Mengenai aplikasi sebelumnya, Martimbianco de Assis menjelaskan bahwa diperlukan studi tambahan untuk melangkah maju. “Meskipun kami percaya bahwa sebagian besar GSH berasal dari otak – mengingat itu adalah antioksidan utama otak – saat kami menganalisis sampel darah, kami belum dapat mengesampingkan kemungkinan bahwa itu berasal dari organ lain,” katanya kepada Medscape. Berita Medis. Jadi, mengkonfirmasikan hipotesis itu akan membutuhkan penelitian yang melibatkan pencitraan jaringan otak. Menurut Martimbianco de Assis, setelah ada konfirmasi, akan memungkinkan untuk menggunakan antioksidan sebagai biomarker untuk risiko bunuh diri.

Dia juga membagikan pandangannya tentang aplikasi kedua: menggunakan GSH secara terapeutik. “Kita sudah mengetahui bahwa ada alternatif yang sangat sederhana yang dapat mempengaruhi kadar GSH, [and they] sebagian besar berkaitan dengan olahraga dan [improving the quality of] makanan yang dimakan seseorang. Tapi ada juga obat-obatan, misalnya N-acetylcysteine, yang merupakan prekursor GSH.” Mengadopsi strategi untuk meningkatkan kadar antioksidan ini dalam tubuh harus membalikkan ketidakseimbangan yang diidentifikasi dalam penelitian dan, sebagai hasilnya, dapat menyebabkan untuk menurunkan resiko bunuh diri. Tapi, dia menegaskan kembali, “sampai ke tempat GSH [can be used] dalam praktik klinis bergantung pada mendapatkan konfirmasi bahwa itu memang berasal dari otak. Ingatlah bahwa penelitian kami menemukan tingkat GSH yang lebih rendah pada wanita yang berisiko bunuh diri.”

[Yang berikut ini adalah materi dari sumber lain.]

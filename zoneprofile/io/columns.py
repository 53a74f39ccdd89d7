"""Column names of microprobe and LA-ICP-MS exports -> canonical roles.

Every header cell gets a :class:`Column`: an oxide (canonical name such as
``SiO2``; ``FeO*``/``FeOt``/``FeOT`` mean total iron as FeO), a trace element
in ppm (``Sr``, ``Sr_ppm``, ``Sr88``, ``88Sr`` -> ``Sr_ppm``), stage ``x``/``y``,
``distance``, ``total``, ``point`` label, ``comment``, ``sample``,
``crystal``, a detection limit or uncertainty column, or ``ignored``. Units
written in the name (``(wt%)``, ``_um``, ``[mm]``) are kept in ``unit``.
"""

from __future__ import annotations

import functools
import re
from dataclasses import dataclass

from zoneprofile.minerals.atomic import OXIDES

__all__ = [
    "Column", "classify", "classify_header", "header_score", "element_to_oxide_factor", "TRACE_ELEMENTS", "UNIT_TOKENS",
]

_OXIDE_KEYS = {name.lower(): name for name in OXIDES}

#: Elements read as trace columns (ppm) when named alone or with a mass number.
TRACE_ELEMENTS = (
    "Li Be B Na Mg Al Si P K Ca Sc Ti V Cr Mn Fe Co Ni Cu Zn Ga Ge As Rb Sr Y Zr Nb Mo Sn Sb Cs Ba "
    "La Ce Pr Nd Sm Eu Gd Tb Dy Ho Er Tm Yb Lu Hf Ta W Pb Th U"
).split()
_TRACE_KEYS = {e.lower(): e for e in TRACE_ELEMENTS}

_MICRO = ("um", "µm", "μm", "micron", "microns", "micrometre", "micrometer", "micrometres", "micrometers")
UNIT_TOKENS = {
    **{u: "um" for u in _MICRO},
    "mm": "mm",
    "wt%": "wt%", "wt.%": "wt%", "wt": "wt%", "%": "wt%", "wt.": "wt%", "oxide%": "wt%", "wt%oxide": "wt%",
    "mass%": "wt%", "mass.%": "wt%", "weight%": "wt%", "wtpercent": "wt%", "wt.percent": "wt%",
    "ppm": "ppm", "µg/g": "ppm", "μg/g": "ppm", "ug/g": "ppm", "ppmw": "ppm",
}
_DL_TOKENS = {
    "dl", "d.l.", "lod", "mdl", "lld", "detlim", "det.lim.", "det.lim", "detection", "limit", "det.", "lim.", "det",
    "lim", "cdl", "cdl99", "dl99",
}
_ERR_TOKENS = {
    "err", "error", "sd", "1s", "2s", "sigma", "σ", "1σ", "2σ", "±", "+-", "stdev", "std", "se", "%err",
    "relerr", "unc", "uncertainty", "precision", "%rsd", "rsd",
}
_X = {"x", "stagex", "xstage", "xpos", "posx", "xposition", "positionx", "xcoord", "xcoordinate", "stagexpos"}
_Y = {"y", "stagey", "ystage", "ypos", "posy", "yposition", "positiony", "ycoord", "ycoordinate", "stageypos"}
_Z = {"z", "stagez", "zstage", "zpos", "posz", "zposition", "focus"}
_DIST = {
    "distance", "dist", "distancefromrim", "distfromrim", "distancefromstart", "traversedistance",
    "relativedistance", "reldistance", "distanceum", "distancemm", "distum", "distmm", "rimdistance",
}
_LOOSE_DIST = {"d", "position", "pos", "length", "along", "traverse"}  # with a length unit only
_TOTAL = {"total", "totals", "sum", "oxidetotal", "totalwt", "analyticaltotal", "oxidesum"}
_POINT = {
    "point", "pt", "pts", "no", "no.", "nr", "nr.", "number", "#", "spot", "spotno", "analysis", "analysisno",
    "label", "name", "id", "pointno", "pointname", "pointid", "spotname", "spotid", "datasetpoint", "pointnr",
    "analysisid", "shot", "spotnumber", "pointnumber",
}
_COMMENT = {"comment", "comments", "description", "remark", "remarks", "notes", "note", "info"}
_SAMPLE = {"sample", "samplename", "sampleid", "thinsection", "section"}
_CRYSTAL = {"crystal", "grain", "crystalid", "grainid", "xl", "phenocryst"}


@dataclass(frozen=True)
class Column:
    """Role of one header cell."""

    name: str  # as written in the file
    kind: str  # oxide, trace, x, y, distance, total, point, comment, sample, crystal, limit, error, ignored
    canonical: str = ""  # oxide name, element symbol, or ''
    unit: str | None = None  # um, mm, wt%, ppm or None
    mass: int | None = None  # mass number of an isotope column


_SUBSCRIPTS = str.maketrans("₀₁₂₃₄₅₆₇₈₉", "0123456789")


def _tokens(name: str) -> tuple[list[str], str | None]:
    s = name.strip().replace("\u00a0", " ").translate(_SUBSCRIPTS)
    unit = None
    for m in re.finditer(r"[\(\[\{]([^\)\]\}]*)[\)\]\}]", s):
        inner = m.group(1).strip().lower().replace(" ", "")
        if inner in UNIT_TOKENS:
            unit = UNIT_TOKENS[inner]
        elif inner in _DL_TOKENS:
            unit = "limit"
        elif inner in ("t", "tot", "total"):
            pass  # FeO (t): total iron, same as FeO
    s = re.sub(r"[\(\[\{][^\)\]\}]*[\)\]\}]", " ", s)
    s = s.replace("*", " * ")
    parts = [p for p in re.split(r"[\s_/|]+", s) if p]
    # split glued unit suffixes such as 'distance-um' or 'SiO2wt%'
    out = []
    for p in parts:
        low = p.lower()
        m = re.match(r"^(.*?)[-.]?(wt\.?%|ppm|µm|μm|um|mm)$", low)
        if m and m.group(1) and low not in _OXIDE_KEYS:
            out.append(p[: len(m.group(1))])
            out.append(m.group(2))
        else:
            out.append(p)
    return out, unit


def classify(name: str, *, has_x: bool = False) -> Column:
    """Role of one column name; ``has_x`` says whether the table has a stage X."""
    raw = str(name)
    tokens, unit = _tokens(raw)
    core, flags = [], set()
    if unit == "limit":
        flags.add("limit")
        unit = None
    for t in tokens:
        low = t.lower()
        if low in UNIT_TOKENS and low not in _TRACE_KEYS:
            unit = UNIT_TOKENS[low]
        elif low in _DL_TOKENS:
            flags.add("limit")
        elif low in _ERR_TOKENS:
            flags.add("error")
        elif t == "*" or low in ("tot", "total") and core and core[-1].lower() in ("feo", "fe2o3"):
            flags.add("total-iron")
        else:
            core.append(t)
    if "limit" in flags:
        return _limit_column(raw, core, unit)
    if "error" in flags:
        return Column(raw, "error", unit=unit)
    key = "".join(core).lower().replace("-", "").replace(".", "") if core else ""
    key_dot = "".join(core).lower()
    if not key:
        return Column(raw, "ignored")
    # oxides, including FeOt / FeOT / FeO* / FeOtot
    if key in _OXIDE_KEYS:
        return Column(raw, "oxide", _OXIDE_KEYS[key], unit or "wt%")
    for suffix in ("total", "tot", "t"):
        if key.endswith(suffix) and key[: -len(suffix)] in ("feo", "fe2o3"):
            return Column(raw, "oxide", _OXIDE_KEYS[key[: -len(suffix)]], unit or "wt%")
    if key in _X:
        return Column(raw, "x", unit=unit)
    if key in _Y and (key != "y" or has_x) and unit != "ppm":
        return Column(raw, "y", unit=unit)
    if key in _Z:
        return Column(raw, "ignored", unit=unit)
    if key in _DIST:
        if key.endswith("um"):
            unit = "um"
        elif key.endswith("mm"):
            unit = "mm"
        return Column(raw, "distance", unit=unit)
    if key in _LOOSE_DIST and unit in ("um", "mm"):
        return Column(raw, "distance", unit=unit)
    if key in _TOTAL:
        return Column(raw, "total", unit=unit)
    if key in _POINT or key_dot in _POINT:
        return Column(raw, "point")
    if key in _COMMENT:
        return Column(raw, "comment")
    if key in _SAMPLE:
        return Column(raw, "sample")
    if key in _CRYSTAL:
        return Column(raw, "crystal")
    m = re.match(r"^([a-z]{1,2})(\d{1,3})$", key) or re.match(r"^(\d{1,3})([a-z]{1,2})$", key)
    if m:
        a, b = m.groups()
        el, mass = (a, int(b)) if a.isalpha() else (b, int(a))
        if el in _TRACE_KEYS:
            return Column(raw, "trace", _TRACE_KEYS[el], unit or "ppm", mass)
    if key in _TRACE_KEYS:
        return Column(raw, "trace", _TRACE_KEYS[key], unit or "ppm")
    return Column(raw, "ignored", unit=unit)


_MAJOR_OF = {ox.element: name for name, ox in OXIDES.items() if name != "Fe2O3"}  # Fe -> FeO


def _limit_column(raw: str, core: list[str], unit) -> Column:
    """A detection-limit column: ``canonical`` is the oxide it applies to.

    ``unit`` is ``oxide`` when the name gives the oxide (``Na2O DL``), else the
    element's unit (``wt%`` or ``ppm``) when it gives the element (``DL Na``).
    """
    key = "".join(core).lower().replace("-", "").replace(".", "")
    if key in _OXIDE_KEYS:
        return Column(raw, "limit", _OXIDE_KEYS[key], "oxide")
    element = _TRACE_KEYS.get(key)
    if element in _MAJOR_OF:
        return Column(raw, "limit", _MAJOR_OF[element], unit if unit == "ppm" else "wt%")
    return Column(raw, "limit", "", unit)


def element_to_oxide_factor(oxide: str) -> float:
    """wt% oxide per wt% element: M(oxide) / (cations x M(element)), e.g. Na -> Na2O 1.3480."""
    from zoneprofile.minerals.atomic import ATOMIC_WEIGHTS

    ox = OXIDES[oxide]
    return ox.molar_mass / (ox.cations * ATOMIC_WEIGHTS[ox.element])


def classify_header(names) -> list[Column]:
    """Roles of all header cells.

    A bare ``Y`` is stage Y only beside an X column. A bare element name
    (``Si``, ``Sr``) without a ppm unit or mass number, in a table that also
    has that element's oxide, is the element-wt% twin of the oxide that some
    microprobe software exports: it is not read as ppm (kind ``element``).
    """
    first = [classify(n) for n in names]
    has_x = any(c.kind == "x" for c in first)
    cols = [classify(n, has_x=has_x) for n in names]
    oxide_elements = {OXIDES[c.canonical].element for c in cols if c.kind == "oxide"}
    out = []
    for c in cols:
        bare = c.kind == "trace" and c.mass is None and "ppm" not in c.name.lower() and c.unit in (None, "ppm", "wt%")
        if bare and (c.canonical in oxide_elements or c.unit == "wt%" and c.canonical in _MAJOR_OF):
            explicit_ppm = any(u in c.name.lower() for u in ("ppm", "µg/g", "ug/g"))
            if not explicit_ppm:
                c = Column(c.name, "element", c.canonical, "wt%")
        out.append(c)
    return out


def header_score(cells) -> int:
    """How many cells of a row name canonical oxides (0 for a data or title row)."""
    n = 0
    for c in cells:
        c = str(c).strip()
        if not c or len(c) > 40 or _looks_numeric(c):
            continue
        if _classify_cached(c).kind == "oxide":
            n += 1
    return n


def _looks_numeric(cell: str) -> bool:
    """A number (decimal point or comma): never a column name, and the bulk of a table's cells."""
    try:
        float(cell.replace(",", "."))
    except ValueError:
        return False
    return True


@functools.lru_cache(maxsize=4096)
def _classify_cached(cell: str) -> Column:
    return classify(cell)
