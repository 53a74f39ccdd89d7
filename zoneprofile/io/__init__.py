"""Reading tables into canonical forms (no chemistry here)."""

from zoneprofile.io.cells import Cell, parse_cell
from zoneprofile.io.columns import Column, classify, classify_header
from zoneprofile.io.microprobe import Analyses, read_analyses
from zoneprofile.io.profile import read_profile, read_text_table
from zoneprofile.io.synthetic import BAD_KINDS, DIALECTS, synthetic_traverse_table
from zoneprofile.io.tables import RawTable, read_raw_table, read_sheet_as_text

__all__ = [
    "read_profile",
    "read_text_table",
    "read_sheet_as_text",
    "read_raw_table",
    "RawTable",
    "read_analyses",
    "Analyses",
    "parse_cell",
    "Cell",
    "classify",
    "classify_header",
    "Column",
    "synthetic_traverse_table",
    "DIALECTS",
    "BAD_KINDS",
]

Meskipun studi tersebut mengevaluasi wanita pascapersalinan, kemungkinan hasilnya dapat diekstrapolasi ke populasi lain, kata Martimbianco de Assis. Pasalnya, saat pendataan dilakukan, sudah lewat 18 bulan sejak melahirkan. Kondisi fisiologis partisipan pada saat itu lebih mirip dengan sebelum hamil.

Para peneliti UCPel terus mengikuti kohort. “Kami bermaksud untuk terus memantau kadar GSH di lain waktu. Empat puluh delapan bulan telah berlalu sejak wanita tersebut melahirkan, dan idenya adalah untuk terus mempelajari [the patients involved in the study],” kata Martimbianco de Assis, menambahkan bahwa tim tersebut juga berniat menganalisis jaringan otak dari studi in vitro menggunakan kultur sel.

Artikel ini diterjemahkan dari Medscape Edisi Portugis.